フィンランド発で、モビリティのサービス化を示す「MaaS(Mobility as a Service)」という一大ムーブメントが起こってきた。公共交通機関やレンタカー、タクシー、レンタサイクルなどを組み合わせて、シームレスに一括で予約と決済ができるサービスだ。
日本においても、MaaSについて多くの企業や大学が研究を開始している。さらにMaaSは、単なるモビリティやサービス変革にとどまらない。では今後、MaaSが普及すると、都市交通や都市計画にどのような影響を及ぼすのだろうか。
今回は、最初に技術革新中長期ビジョンとして「モビリティ変革」を掲げる東日本旅客鉄道(以下、JR東日本)の方々、そして後半は都市交通計画がご専門である、国立大学法人 横浜国立大学 理事 副学長 教授の中村文彦氏にお話を伺った。
JR東日本で取材させていただいたのは、総合企画本部の中川剛志氏と山口智丈氏、JR東日本研究開発センターの日高洋祐氏だ。
和田憲一郎氏(以下、和田氏) JR東日本では「技術革新中長期ビジョン」で「モビリティ革命」を掲げ、その実行に向けて2017年秋に設立した「モビリティ変革コンソーシアム」の活動を開始したと聞いている。これらの活動のいきさつや、その中で示されている「Door to Doorサービス」について教えていただきたい。
中川氏 まず技術革新中長期ビジョンについて説明したい。少子高齢化やグローバル化、ビッグデータ、AI(人工知能)などを総合的に考えると、今は時代の変革点に来ている。またドイツではインダストリー4.0など新しい産業革命が起きそうだ。それらに加えて、自動運転やカーシェアリングなど交通業界も大変革を迎えている。そのような中でJR東日本も、今までのように駅から駅までお客さまをお運びするだけで良いのかと考え、R&D部門として新しい形でビジョンを出すべきだという結論に至った。

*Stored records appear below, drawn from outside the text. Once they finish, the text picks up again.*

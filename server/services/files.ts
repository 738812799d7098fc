import { insertEvent } from '../data/events'
import { findFile, insertFile, listFiles, setAnalysis, toCaseFile, type FileModel } from '../data/files'
import { touchActivity } from '../data/cases'
import { withTransaction } from '../db/transaction'
import { conflict, notFound } from '../errors'
import { storage } from '../storage'
import { randomUUID } from 'node:crypto'
import { discardUpload, finaliseUpload, makeThumbnail, type UploadedFile } from '../uploads'
import { enqueue } from '../jobs/queue'
import type { CaseFile } from '../../shared/schemas/case'
import type { User } from '../../shared/schemas/auth'
import { audienceOf, isStaff, readableCase } from './access'
import { fileIsTeamOnly } from '../data/visibility'
import { publishCase, publishQueue } from './live'
import { ANALYSE_MEASUREMENT } from './measurements'
import { refreshScore } from './triage'

/**
 * Stores an upload on a case: the file row, its thumbnail and (for measurements) the analysis job are
 * written together; if anything fails, the stored bytes are removed again so nothing is half-stored.
 */
export async function checkCaseAcceptsFiles(user: User, caseId: string) {
  const c = await readableCase(user, caseId)
  if (c.status === 'closed') throw conflict('This case is closed; reopen it to add files', 'closed')
  return c
}

export async function addCaseFile(user: User, caseId: string, upload: UploadedFile): Promise<CaseFile> {
  let thumbKey: string | null = null
  const finalKey = `cases/${caseId}/${randomUUID()}.${upload.key.split('.').pop()}`
  let key = upload.key
  try {
    await checkCaseAcceptsFiles(user, caseId)
    await finaliseUpload(upload.key, finalKey)
    key = finalKey
    if (upload.kind === 'photo') thumbKey = await makeThumbnail(key)
    const row = await withTransaction(async (t, afterCommit) => {
      const row = await insertFile({
        caseId, uploaderId: user.id, kind: upload.kind, name: upload.originalname, mime: upload.mime, size: upload.size,
        storageKey: key, thumbKey, analysisStatus: upload.kind === 'measurement' ? 'queued' : null,
      }, t)
      const seq = await insertEvent({ caseId, actorId: user.id, kind: 'file', data: { fileId: row.id, name: row.originalName, fileKind: row.kind } }, t)
      if (upload.kind === 'measurement') await enqueue(ANALYSE_MEASUREMENT, { fileId: row.id }, { transaction: t })
      // A file the team uploads stays with the team until it goes out with a reply (server/data/visibility.ts).
      const internal = await fileIsTeamOnly(row.id, t)
      await touchActivity(caseId, t)
      await refreshScore(caseId, t)
      afterCommit(() => {
        publishCase(caseId, { type: 'case.event', caseId, seq, kind: 'file', ...(internal ? { internal } : {}) }, { internal })
        publishQueue(caseId)
      })
      return row
    })
    return toCaseFile(row)
  } catch (e) {
    await discardUpload(key).catch(() => {})
    if (thumbKey) await discardUpload(thumbKey).catch(() => {})
    throw e
  }
}

export async function caseFiles(user: User, caseId: string): Promise<CaseFile[]> {
  await readableCase(user, caseId)
  return (await listFiles(caseId, audienceOf(user))).map((r) => toCaseFile(r))
}

/** A file for download: only for those who may read its case, and only when the file is shared with them (others: 404). */
export async function readableFile(user: User, fileId: string): Promise<FileModel> {
  if (!/^[0-9a-f]{8}-[0-9a-f]{4}-[0-9a-f]{4}-[0-9a-f]{4}-[0-9a-f]{12}$/i.test(fileId)) throw notFound('That file')
  const f = await findFile(fileId)
  if (!f) throw notFound('That file')
  await readableCase(user, f.caseId)
  if (audienceOf(user) !== 'team' && !(await findFile(fileId, audienceOf(user)))) throw notFound('That file')
  return f
}

export async function openFile(user: User, fileId: string, variant: 'original' | 'thumbnail') {
  const f = await readableFile(user, fileId)
  const key = variant === 'thumbnail' ? f.thumbKey : f.storageKey
  if (!key) throw notFound('A thumbnail for that file')
  return { row: f, stream: await storage().get(key), mime: variant === 'thumbnail' ? 'image/webp' : f.mime }
}

/** Lets the team re-run an analysis (e.g. after the engine improved). */
export async function requeueAnalysis(user: User, fileId: string): Promise<CaseFile> {
  const f = await readableFile(user, fileId)
  if (!isStaff(user) || f.kind !== 'measurement') throw notFound('That measurement')
  await withTransaction(async (t) => {
    await setAnalysis(fileId, 'queued', null, null, t)
    await enqueue(ANALYSE_MEASUREMENT, { fileId }, { transaction: t })
  })
  return toCaseFile((await findFile(fileId))!)
}

export { setAnalysis }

少子高齢化による人口減少は、公共交通に大きなインパクトがある。また、自動運転やカーシェアリングが進展すると、これまでの公共交通とのすみ分けが崩れ始めてしまうことを懸念している。
例えば、これまでは目的地に早く行けることが価値だったが、自動運転車で寝ている間にオフィスに着くのであれば、それで構わないということになってしまうと考えられる。これまでは鉄道で大量かつ安全・安定した輸送を提供させていただいているが、それ以外の価値がどんどん増加してくる中で何もせずに指をくわえて見ていると、知らぬ間に鉄道の利用頻度が下がってしまうと思われる。
中川氏 東京に住んでいると他の世界が分からないという声が社内にある。例えば、日高が研究しているMaaSやDoor to Doorサービスは、欧州などでかなり議論をされている。鉄道会社がDoor to Doorサービスに参画することも珍しくない。
MaaSの概念は、数年前にフィンランドから始まり、日本ではここ半年ぐらいから広まってきた。このような社会的背景、技術的進化をとらまえて、われわれが何をすべきかということでビジョンを提案させていただいた。
それを実現するための方策として、2つ考えている。1つはクラウドシステムプラットフォームの構築だ。鉄道会社は日々多くのデータを活用しながら安全安心に努めているが、従来は日が過ぎてしまうと捨て去るデータもあり、必ずしもデータを溜めて分析することが十分できていなかった。そのため、今回はビッグデータ分析のシステムを構築したいと考えている。
もう1つは、オープンイノベーションをよりドラスチックに進めるために設立した「モビリティ変革コンソーシアム」だ。これは2017年度から2022年度までの5年間をめどにしている。現在の参加数は105社・団体まで拡大した。